* _INSTRUCTIONS TO FOLLOW_
The answer must be every line of the records in which the string "Rome" appears.
====== ENTRIES PROVIDED ======
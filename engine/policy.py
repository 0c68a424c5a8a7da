"""Derating policies: which share of a rating may be used. Published sets only, named by their document."""

from dataclasses import dataclass


@dataclass(frozen=True, slots=True)
class Policy:
    """Shares of the ratings, and the highest junction temperature."""

    name: str
    voltage: float
    current: float
    power: float
    tj_max: float  # °C; infinite: the part's own
    source: str


POLICIES: dict[str, Policy] = {
    one.name: one
    for one in (
        Policy("none", 1.0, 1.0, 1.0, float("inf"), "full ratings, never above"),
        Policy("MIL-STD-975M", 0.75, 0.75, 0.50, 125.0, "MIL-STD-975M §3.15 (NASA, 1994, cancelled 1998: historical)"),
        Policy("RL-TR-92-11 I", 0.65, 0.60, 0.50, 95.0, "RL-TR-92-11 table 6-4 (Rome Laboratory), level I"),
        Policy("RL-TR-92-11 II", 0.75, 0.65, 0.60, 125.0, "RL-TR-92-11 table 6-4 (Rome Laboratory), level II"),
        Policy("RL-TR-92-11 III", 0.80, 0.70, 0.70, 135.0, "RL-TR-92-11 table 6-4 (Rome Laboratory), level III"),
    )
}
"""By the name that a requirement gives under `choice.derating`. Voltage and current are the sharper of the
published figures for breakdown and safe area."""
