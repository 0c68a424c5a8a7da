"""Laws, checks and ranking: computes and does nothing else (numpy and the standard library)."""
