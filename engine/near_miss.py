"""The least change that makes a part fit: one demand of the requirement eased, or one value found on a sheet.

Solved, not guessed: each change is judged like any requirement, and narrowed down until it fits while one that
goes less far does not.
"""

from collections.abc import Callable
from dataclasses import replace

import numpy as np

from .duty import duties
from .duty.base import Lever, Reading
from .explain import explain_rows
from .part import Part
from .rank import prepared, rank
from .ranking import NearMiss, Verdict
from .requirement import Requirement, Value
from .shelf import Shelf
from .show import quantity

CLOSE = 1.004  # ratio between the value that fits and the one that does not
FIGURES = 4


def near_misses(requirement: Requirement, part: Part) -> tuple[NearMiss, ...]:
    """Every single change that turns the verdict of `part` into "fits", the easiest first; none where it fits."""
    shelf = Shelf.from_parts([part])
    duty = duties()[requirement.duty]
    if _fits(requirement, shelf) or not duty.eligible(requirement, prepared(shelf))[0]:
        return ()
    (told,) = explain_rows(requirement, shelf, [0])
    silent = {symbol for one in told.checks for symbol in one.missing}
    stated = {one.symbol for one in part.limits}
    found = [_eased(requirement, shelf, lever) for lever in duty.levers]
    found += [
        _looked_up(requirement, part, reading)
        for reading in duty.readings(requirement)
        if reading.symbol in silent | {"hFE"} or reading.symbol not in stated
    ]
    return tuple(sorted((one for one in found if one), key=_effort))


def restated(requirement: Requirement, key: str, value: Value) -> Requirement | None:
    """The requirement as its file would read with `value` at `key`; None where that makes no sense."""
    stated = {k: v for k, v in requirement.values.items() if k not in requirement.implied}
    full, problems, notes = duties()[requirement.duty].complete({**stated, key: value})
    if problems:
        return None
    return replace(requirement, values=full, notes=tuple(notes), implied=requirement.implied - {key})


def _effort(one: NearMiss) -> float:
    """How far the change goes, as a ratio; looking up a value comes first."""
    if one.was is None:
        return 1.0 if one.change.startswith("part.") else 3.0
    return max(one.to / one.was, one.was / one.to) if one.was > 0 and one.to > 0 else 3.0


def _fits(requirement: Requirement, shelf: Shelf) -> bool:
    return bool(rank(requirement, shelf).verdict[0] == Verdict.FITS)


def _eased(requirement: Requirement, shelf: Shelf, lever: Lever) -> NearMiss | None:
    """The least easing of one demand."""
    asked, end = lever.span(requirement)
    if np.isnan(asked) or np.isnan(end) or asked == end:
        return None

    def fits(value: float) -> bool:
        other = restated(requirement, lever.key, value)
        return other is not None and _fits(other, shelf)

    if not fits(end):
        return None
    to = asked if fits(asked) else _narrowed(fits, good=end, bad=asked)
    was = requirement.number(lever.key)
    instead = "" if np.isnan(was) else f" instead of {quantity(was, lever.unit)}"
    says = f"{lever.says} {quantity(to, lever.unit)}{instead}"
    return NearMiss(lever.key, None if np.isnan(was) else was, to, lever.unit, says)


def _looked_up(requirement: Requirement, part: Part, reading: Reading) -> NearMiss | None:
    """The worst that a value could be, were it on file, for the part to fit."""

    def fits(value: float) -> bool:
        return _fits(requirement, Shelf.from_parts([replace(part, limits=(*part.limits, reading.limit(value)))]))

    if not fits(reading.surely):
        return None
    to = reading.hardly if fits(reading.hardly) else _narrowed(fits, good=reading.surely, bad=reading.hardly)
    at = ", ".join(f"{name.upper()} {quantity(x, 'V' if name[0] == 'v' else 'A')}" for name, x in reading.conditions)
    relation = "at least" if reading.surely > reading.hardly else "at most"
    says = f"look up {reading.symbol}{f' at {at}' if at else ''}: {relation} {quantity(to, reading.unit)} would do"
    return NearMiss(f"part.{reading.symbol}", None, to, reading.unit, says, reading.conditions)


def _narrowed(fits: Callable[[float], bool], good: float, bad: float) -> float:
    """A value that fits, with one that does not right beside it towards `bad`."""
    shift = 0.0 if min(good, bad) > 0 else 1.0 - min(good, bad)  # temperatures may lie below zero
    good, bad = good + shift, bad + shift
    while max(good / bad, bad / good) > CLOSE:
        middle = float(np.sqrt(good * bad))
        good, bad = (middle, bad) if fits(middle - shift) else (good, middle)
    rounded = _rounded(good - shift, up=good > bad)
    return rounded if fits(rounded) else good - shift


def _rounded(value: float, *, up: bool) -> float:
    """To a few figures, away from the side that does not fit."""
    if value == 0:
        return value
    size = 10.0 ** (int(np.floor(np.log10(abs(value)))) - FIGURES + 1)
    steps = np.ceil(value / size - 1e-9) if up else np.floor(value / size + 1e-9)
    return float(f"{steps * size:.{FIGURES}g}")
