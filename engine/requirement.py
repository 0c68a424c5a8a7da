"""A requirement: what the load must do, stated in fields that its duty declares; frozen and validated.

A duty declares its `Field`s once; the form, the requirement file, the validation and the words that
name a field all come from that declaration.
"""

from collections.abc import Mapping
from dataclasses import dataclass, field, replace
from types import MappingProxyType

Value = float | str | tuple[str, ...]
"""A number in SI units (°C for temperatures), a word, or a list of words."""


@dataclass(frozen=True, slots=True)
class Field:
    """One thing a requirement of a duty can state."""

    key: str  # dotted place in the requirement file, such as "supply.min"
    label: str  # short name for the form
    unit: str  # SI unit; "°C" for a temperature; "" for a ratio or a word
    meaning: str  # one sentence for help
    required: bool = False
    default: Value | None = None
    choices: tuple[str, ...] = ()  # the words allowed; empty for a number
    low: float | None = None  # smallest value that makes sense
    high: float | None = None  # largest value that makes sense
    shown_if: tuple[str, tuple[str, ...]] | None = None  # only where that field has one of these words
    words: bool = False  # a word (with choices, or free) instead of a number
    many: bool = False  # a list of words


@dataclass(frozen=True, slots=True)
class Problem:
    """What is wrong with one field, and how to mend it."""

    key: str
    value: str  # what stands there, empty when nothing does
    says: str  # what is wrong
    mend: str  # what to do

    def __str__(self) -> str:
        found = f" is {self.value!r}" if self.value else ""
        return f"{self.key}{found}: {self.says}. {self.mend}."


class RequirementError(ValueError):
    """A requirement that cannot be judged; carries every problem found, not just the first."""

    def __init__(self, problems: tuple[Problem, ...]) -> None:
        super().__init__(" ".join(str(problem) for problem in problems))
        self.problems = problems


@dataclass(frozen=True, eq=False)
class Requirement:
    """A requirement ready to judge: every field of its duty with a value, or absent when not asked."""

    duty: str
    title: str
    values: Mapping[str, Value] = field(default_factory=dict)
    notes: tuple[str, ...] = ()  # defaults taken and things the user should know
    implied: frozenset[str] = frozenset()  # keys that nobody stated: they follow from others and change with them

    def __post_init__(self) -> None:
        object.__setattr__(self, "values", MappingProxyType(dict(self.values)))

    def number(self, key: str) -> float:
        """The number at `key`; NaN where the requirement does not state it."""
        value = self.values.get(key)
        return float(value) if isinstance(value, int | float) else float("nan")

    def word(self, key: str) -> str:
        """The word at `key`; empty where the requirement does not state it."""
        value = self.values.get(key)
        return value if isinstance(value, str) else ""

    def words(self, key: str) -> tuple[str, ...]:
        """The list of words at `key`; empty where the requirement does not state it."""
        value = self.values.get(key)
        return value if isinstance(value, tuple) else ()

    def has(self, key: str) -> bool:
        """Whether the requirement states `key`."""
        return self.values.get(key) is not None

    def with_value(self, key: str, value: Value) -> "Requirement":
        """The same requirement with one value changed (not validated again)."""
        return replace(self, values={**self.values, key: value})


def validate(fields: tuple[Field, ...], values: Mapping[str, Value]) -> tuple[Problem, ...]:
    """Problems of `values` against `fields`: unknown keys, missing, out of range, unknown words."""
    known = {one.key: one for one in fields}
    problems = [
        Problem(key, str(value), "not a field of this duty", f"Use one of: {_nearest(key, known)}")
        for key, value in values.items()
        if key not in known
    ]
    for one in fields:
        value = values.get(one.key)
        if value is None:
            if one.required and _asked(one, values):
                problems.append(Problem(one.key, "", "missing", f"State {one.meaning[0].lower()}{one.meaning[1:]}"))
            continue
        problems.extend(_misfit(one, value))
    return tuple(problems)


def with_defaults(fields: tuple[Field, ...], values: Mapping[str, Value]) -> dict[str, Value]:
    """`values` completed with the defaults of the fields that are asked and not stated."""
    full = dict(values)
    for one in fields:
        if one.key not in full and one.default is not None and _asked(one, full):
            full[one.key] = one.default
    return full


def _asked(one: Field, values: Mapping[str, Value]) -> bool:
    return one.shown_if is None or values.get(one.shown_if[0]) in one.shown_if[1]


def _misfit(one: Field, value: Value) -> list[Problem]:
    if one.many:
        if not isinstance(value, tuple):
            return [Problem(one.key, str(value), "a list of words is wanted", 'Write ["TO-92", "SOT-23"]')]
        return []
    if one.words:
        if not isinstance(value, str) or (one.choices and value not in one.choices):
            return [
                Problem(
                    one.key,
                    str(value),
                    "not a word that is known here",
                    f"Use one of: {', '.join(one.choices)}",
                )
            ]
        return []
    if isinstance(value, str | tuple) or value != value or value in (float("inf"), float("-inf")):
        return [
            Problem(
                one.key,
                str(value),
                "a number is wanted",
                f"Write a number with its unit ({one.unit or 'none'})",
            )
        ]
    if one.low is not None and value < one.low:
        return [
            Problem(
                one.key,
                f"{value:g} {one.unit}".strip(),
                f"below {one.low:g} {one.unit}".strip(),
                "Check the unit",
            )
        ]
    if one.high is not None and value > one.high:
        return [
            Problem(
                one.key,
                f"{value:g} {one.unit}".strip(),
                f"above {one.high:g} {one.unit}".strip(),
                "Check the unit",
            )
        ]
    return []


def _nearest(key: str, known: Mapping[str, Field]) -> str:
    head = key.split(".")[0]
    near = [other for other in known if other.split(".")[0] == head]
    return ", ".join(near or known)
======
* _ANSWER TO THIS PROBLEM_
        Policy("RL-TR-92-11 I", 0.65, 0.60, 0.50, 95.0, "RL-TR-92-11 table 6-4 (Rome Laboratory), level I"),
        Policy("RL-TR-92-11 II", 0.75, 0.65, 0.60, 125.0, "RL-TR-92-11 table 6-4 (Rome Laboratory), level II"),
        Policy("RL-TR-92-11 III", 0.80, 0.70, 0.70, 135.0, "RL-TR-92-11 table 6-4 (Rome Laboratory), level III"),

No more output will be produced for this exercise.